Probability Problem - Random variable

#1
A company wants to improve waste management in its premises . We put
a yellow bin for recovering recyclable materials , a brown to recover compostable materials and another black for waste. Analysis showed that recovered in
yellow tray random volume in the interval [ B, B + D] liters. This amount is in
the interval [ D, B + D] liters for brown container and is in the interval [ C, C + D] to liters
black tray. It is assumed that the quantities recovered different bins are mutually
independent.
Since the volume of the yellow bin is greater than that of brown , which is the
probability that the quantity in the black bin is greater than the sum of the two
other trays ?



I try to solve this problem but the thing is, all i have in mind is continued random variable. I dont know where to start.

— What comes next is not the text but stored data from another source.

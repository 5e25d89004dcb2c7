package batch

import (
	"encoding/json"
	"path/filepath"
	"slices"
)

// ShardFile says which part of a batch a folder holds.
const ShardFile = "shard.json"

// shardOf is the content of ShardFile.
type shardOf struct {
	Job    string // digest
	Shard  Shard
	Codes  []string
	Tables []string      // digests of those that are a jurisdiction's own
	Pages  DeriveOptions // what they say, but for the codes

	All  int   // units of the whole batch
	Rows []int // of the units of this shard: how many units, how many rows each has, and so on
	Outcome
}

// describeShard writes ShardFile.
func (r *run) describeShard(dir string) error {
	j := r.job
	of := shardOf{Job: j.digest(), Shard: j.Shard, Tables: j.Tables, Pages: j.Derive,
		All: r.all, Rows: r.shape.runs, Outcome: r.outcome}
	of.Pages.Codes, of.Pages.Template = nil, ""
	of.Pages.Facts, of.Pages.Near = j.Facts, j.Near
	for _, c := range j.Codes {
		of.Codes = append(of.Codes, c.ID)
	}
	text, err := json.Marshal(of)
	if err != nil {
		return err
	}
	return writeSynced(filepath.Join(dir, ShardFile), append(text, '\n'))
}

// shape is how many rows each of many units has, run-length encoded.
type shape struct{ runs []int }

// add adds encoded units.
func (s *shape) add(runs []int) {
	for i := 0; i < len(runs); i += 2 {
		if n := len(s.runs); n > 0 && s.runs[n-1] == runs[i+1] {
			s.runs[n-2] += runs[i]
			continue
		}
		s.runs = append(s.runs, runs[i], runs[i+1])
	}
}

func (s *shape) clone() shape { return shape{slices.Clone(s.runs)} }

// encode encodes how many rows units have.
func encode(rows []int) []int {
	var s shape
	for i := 0; i < len(rows); {
		j := i
		for j < len(rows) && rows[j] == rows[i] {
			j++
		}
		s.runs = append(s.runs, j-i, rows[i])
		i = j
	}
	return s.runs
}
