//go:build darwin || dragonfly || freebsd || linux || netbsd || openbsd

package batch

import (
	"context"
	"errors"
	"path/filepath"
	"strings"
	"testing"
)

// Of two runs in one folder the second is refused, and changes nothing; once
// the first has ended it may go on. That a kill gives the lock back TestKill
// shows.
func TestTwoRunsInOneFolder(t *testing.T) {
	dir := t.TempDir()
	in := writeFile(t, filepath.Join(dir, "a.csv"), "top_m,bottom_m,vs_mps\n0,60,300\n")
	job := Job{Inputs: []string{in}, Codes: mustCode(t, "ec8-2004"), Out: filepath.Join(dir, "out")}
	var second error
	first := job
	first.Progress = func(Progress) { _, second = Run(context.Background(), job) }
	runJob(t, first)
	var c *conflict
	if !errors.As(second, &c) || !strings.Contains(c.Error(), "another run is writing in") || c.Hint() == "" {
		t.Error(second)
	}
	runJob(t, job)
}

My randomb variable should be the volume i guess ?
 
#2
Yes, the random variable for each bin is the volume of material dumped into each bin. In the absence of relevant information, it makes sense to assume that these volumes are uniformly distributed.

The problem then becomes one of simple proportions, as illustrated in the attached image. You can also derive the restrictions on the values of B, C and D in relation to one another, given that a real-world physical volume must be ≥ 0, and a probability p is always limited to 0 ≤ p ≤ 1.

The info herein should be enough for you to solve the problem.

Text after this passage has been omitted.